Extract from the entries below, exactly as given, only the lines from the line containing "bool mentions(const Refusal&" to the line containing "EXPECT_EQ(read.ledger.blank, 3U);", both lines included.
━━━ EXCERPTED RECORDS ━━━
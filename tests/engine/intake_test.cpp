// intake.h: where cells become numbers, and where every cell went.
#include "intake.h"

#include "data.h"
#include "refusal.h"

#include <gtest/gtest.h>

#include <cmath>
#include <limits>

namespace rankstead {
namespace {

using test::blank;
using test::cells;
using test::column;
using test::number;
using test::text;

void expect_balanced(const Ledger& ledger) {
    EXPECT_EQ(ledger.seen,
              ledger.used + ledger.blank + ledger.heading + ledger.missing_words + ledger.censored + ledger.unpaired)
        << ledger.argument;
}

// What a reading is refused with.
template <class Read>
Refusal refusal_of(Read read) {
    try {
        read();
    } catch (const Refusal& refusal) {
        return refusal;
    }
    ADD_FAILURE() << "nothing was refused";
    return {Status::ok, ""};
}

Refusal column_refusal(std::vector<Cell> list, const Settings& settings = {}) {
    return refusal_of([&] { static_cast<void>(read_column(cells("values", std::move(list)), settings)); });
}

bool mentions(const Refusal& refusal, std::string_view words) {
    return refusal.message().find(words) != std::string::npos;
}

TEST(ReadColumn, takes_numbers_in_the_order_of_the_cells) {
    const Column read = read_column(column("values", {3, 1.5, -2}), {});
    EXPECT_EQ(read.values, (std::vector<Decimal>{{3, 0}, {15, -1}, {-2, 0}}));
    EXPECT_EQ(read.ledger.used, 3U);
}

TEST(ReadColumn, never_takes_a_blank_for_a_zero) {
    const Column read = read_column(cells("values", {blank(), text(""), text(" \xC2\xA0"), number(0)}), {});
    EXPECT_EQ(read.values, (std::vector<Decimal>{{}}));
    EXPECT_EQ(read.ledger.blank, 3U);
    expect_balanced(read.ledger);
}

TEST(ReadColumn, does_not_count_blanks_after_the_last_filled_cell) {
    const Column read = read_column(cells("values", {number(1), blank(), number(2), blank(), text(" "), blank()}), {});
    EXPECT_EQ(read.ledger.seen, 3U);
    EXPECT_EQ(read.ledger.blank, 1U);
    expect_balanced(read.ledger);
}

TEST(ReadColumn, takes_a_text_above_numbers_for_the_heading) {
    const Column read = read_column(cells("values", {text("Minutes waited"), number(4), number(5)}), {});
    EXPECT_EQ(read.heading, "Minutes waited");
    EXPECT_EQ(read.ledger.heading, 1U);
    EXPECT_EQ(read.ledger.used, 2U);
    expect_balanced(read.ledger);
}

TEST(ReadColumn, does_not_take_a_later_text_for_a_heading) {
    const Refusal refusal = column_refusal({number(4), text("Minutes"), number(5)});
    EXPECT_EQ(refusal.status(), Status::bad_data);
    ASSERT_TRUE(refusal.place());
    EXPECT_EQ(refusal.place()->row, 2U);
    EXPECT_TRUE(mentions(refusal, "\"Minutes\" is text, not a number"));
}

TEST(ReadColumn, does_not_take_a_missing_word_on_top_for_a_heading) {
    for (const char* word : {"n/a", "NA", "missing", "ND"}) {
        EXPECT_EQ(column_refusal({text(word), number(5)}).status(), Status::bad_data) << word;
    }
}

TEST(ReadColumn, leaves_out_words_declared_missing_and_counts_them) {
    Settings settings;
    settings.missing = {"n/a", "not done"};
    const Column read = read_column(cells("values", {number(1), text("N/A"), text("Not-done "), number(2)}), settings);
    EXPECT_EQ(read.ledger.missing_words, 2U);
    EXPECT_EQ(read.ledger.used, 2U);
    expect_balanced(read.ledger);
}

TEST(ReadColumn, refuses_a_value_beyond_a_limit_with_its_position) {
    for (const char* words : {"<0.5", ">100", "\xE2\x89\xA4 3", "\xE2\x89\xA5 3"}) {
        const Refusal refusal = column_refusal({number(1), text(words)});
        EXPECT_EQ(refusal.message().rfind("values, row 2: ", 0), 0U) << refusal.message();
        EXPECT_TRUE(mentions(refusal, "beyond a limit")) << refusal.message();
    }
}

TEST(ReadColumn, refuses_a_value_beyond_a_limit_in_the_first_cell_too) {
    EXPECT_TRUE(mentions(column_refusal({text("<0.5"), number(1)}), "beyond a limit"));
}

TEST(ReadColumn, never_guesses_that_a_text_is_a_number) {
    EXPECT_TRUE(mentions(column_refusal({number(1), text("3.5")}), "text that looks like a number"));
    EXPECT_TRUE(mentions(column_refusal({text("3,5"), number(1)}), "text that looks like a number"));
}

TEST(ReadColumn, reads_number_texts_under_the_setting) {
    Settings settings;
    settings.numbers = NumberTexts::comma;
    const Column read = read_column(cells("values", {text("3,5"), number(1)}), settings);
    EXPECT_EQ(read.values.front(), (Decimal{35, -1}));
    EXPECT_EQ(column_refusal({number(1), text("3.5")}, settings).status(), Status::bad_data);
    settings.numbers = NumberTexts::point;
    EXPECT_EQ(read_column(cells("values", {text("3.5")}), settings).values.front(), (Decimal{35, -1}));
}

TEST(ReadColumn, refuses_not_a_number_and_infinities_by_position) {
    const double infinity = std::numeric_limits<double>::infinity();
    EXPECT_TRUE(mentions(column_refusal({number(1), number(std::nan(""))}), "values, row 2: this is not a number"));
    EXPECT_TRUE(mentions(column_refusal({number(infinity)}), "values, row 1: this number is infinite"));
    EXPECT_TRUE(mentions(column_refusal({number(-infinity)}), "infinite"));
}

TEST(ReadColumn, names_row_and_column_in_a_block_read_row_by_row) {
    const Block block{"values", {number(1), number(2), number(3), number(4), text("x"), number(6)}, 2, 3};
    const Refusal refusal = refusal_of([&] { static_cast<void>(read_column(block, {})); });
    EXPECT_TRUE(mentions(refusal, "values, row 2, column 2: ")) << refusal.message();
}

TEST(ReadColumn, refuses_text_that_is_not_utf8) {
    EXPECT_TRUE(mentions(column_refusal({number(1), text("\xFFquot")}), "not valid UTF-8"));
}

TEST(ReadColumn, refuses_a_range_without_one_value) {
    const Refusal refusal = column_refusal({blank(), blank()});
    EXPECT_EQ(refusal.status(), Status::no_data);
    EXPECT_TRUE(mentions(refusal, "not one value among its 2 cells"));
}

TEST(ReadColumn, refuses_a_heading_above_nothing_but_blanks_for_want_of_values) {
    const Refusal refusal = column_refusal({text("Heading"), blank(), blank()});
    EXPECT_EQ(refusal.status(), Status::no_data);
    EXPECT_TRUE(mentions(refusal, "not one value among its 3 cells"));
}

TEST(ReadColumn, quotes_no_more_than_the_beginning_of_a_long_text) {
    // The cut at 40 bytes would fall into the middle of a character.
    const std::string words = "a" + std::string(60, 'x') + "\xC3\xA9";
    std::string accents = "a";
    for (int i = 0; i < 40; ++i) {
        accents += "\xC3\xA9";
    }
    EXPECT_TRUE(mentions(column_refusal({number(1), text(words)}), "\"" + words.substr(0, 40) + "...\""));
    EXPECT_TRUE(mentions(column_refusal({number(1), text(accents)}), "\"" + accents.substr(0, 39) + "...\""));
}

TEST(ReadPairs, keeps_only_the_rows_with_both_values) {
    const PairedColumns pairs = read_pairs(cells("before", {number(1), blank(), number(3), blank()}),
                                           cells("after", {number(2), number(5), blank(), blank()}), {});
    EXPECT_EQ(pairs.first.values, (std::vector<Decimal>{{1, 0}}));
    EXPECT_EQ(pairs.second.values, (std::vector<Decimal>{{2, 0}}));
    EXPECT_EQ(pairs.first.ledger.unpaired, 1U);
    EXPECT_EQ(pairs.second.ledger.unpaired, 1U);
    expect_balanced(pairs.first.ledger);
    expect_balanced(pairs.second.ledger);
}

TEST(ReadPairs, refuses_ranges_of_unequal_length) {
    const Refusal refusal = refusal_of([] {
        static_cast<void>(read_pairs(column("before", {1, 2, 3}), column("after", {1, 2}), {}));
    });
    EXPECT_EQ(refusal.status(), Status::unequal_lengths);
    EXPECT_TRUE(mentions(refusal, "before has 3 cells and after has 2"));
}

TEST(ReadPairs, refuses_a_heading_beside_a_number) {
    const Refusal refusal = refusal_of([] {
        static_cast<void>(
            read_pairs(cells("before", {number(9), number(1)}), cells("after", {text("After"), number(2)}), {}));
    });
    EXPECT_EQ(refusal.status(), Status::bad_data);
    ASSERT_TRUE(refusal.place());
    EXPECT_EQ(refusal.place()->argument, "before");
    EXPECT_EQ(refusal.place()->row, 1U);
}

TEST(ReadPairs, takes_a_heading_on_one_side_beside_a_blank) {
    const PairedColumns pairs =
        read_pairs(cells("before", {blank(), number(1)}), cells("after", {text("After"), number(2)}), {});
    EXPECT_EQ(pairs.second.heading, "After");
    EXPECT_EQ(pairs.first.values.size(), 1U);
}

TEST(ReadPairs, counts_pairs_that_differ_only_beyond_the_fifteenth_digit) {
    const PairedColumns pairs = read_pairs(column("before", {0.3, 1, 5}), column("after", {0.1 + 0.2, 1, 6}), {});
    EXPECT_EQ(pairs.equal_at_fifteen_digits, 1U);
}

TEST(ReadPairs, refuses_pairs_of_which_not_one_is_complete) {
    const Refusal refusal = refusal_of([] {
        static_cast<void>(read_pairs(cells("before", {number(9), blank()}), cells("after", {blank(), number(2)}), {}));
    });
    EXPECT_EQ(refusal.status(), Status::no_data);
}

TEST(ReadNumber, takes_a_single_number_below_a_heading) {
    EXPECT_EQ(read_number(cells("reference", {text("Target"), number(12.5)}), {}), (Decimal{125, -1}));
}

TEST(ReadNumber, refuses_several_numbers) {
    const Refusal refusal = refusal_of([] { static_cast<void>(read_number(column("reference", {1, 2}), {})); });
    EXPECT_EQ(refusal.status(), Status::bad_data);
    EXPECT_TRUE(mentions(refusal, "reference must be a single number, but there are 2"));
}

} // namespace
} // namespace rankstead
━━━
## YOUR RESPONSE
bool mentions(const Refusal& refusal, std::string_view words) {
    return refusal.message().find(words) != std::string::npos;
}

TEST(ReadColumn, takes_numbers_in_the_order_of_the_cells) {
    const Column read = read_column(column("values", {3, 1.5, -2}), {});
    EXPECT_EQ(read.values, (std::vector<Decimal>{{3, 0}, {15, -1}, {-2, 0}}));
    EXPECT_EQ(read.ledger.used, 3U);
}

TEST(ReadColumn, never_takes_a_blank_for_a_zero) {
    const Column read = read_column(cells("values", {blank(), text(""), text(" \xC2\xA0"), number(0)}), {});
    EXPECT_EQ(read.values, (std::vector<Decimal>{{}}));
    EXPECT_EQ(read.ledger.blank, 3U);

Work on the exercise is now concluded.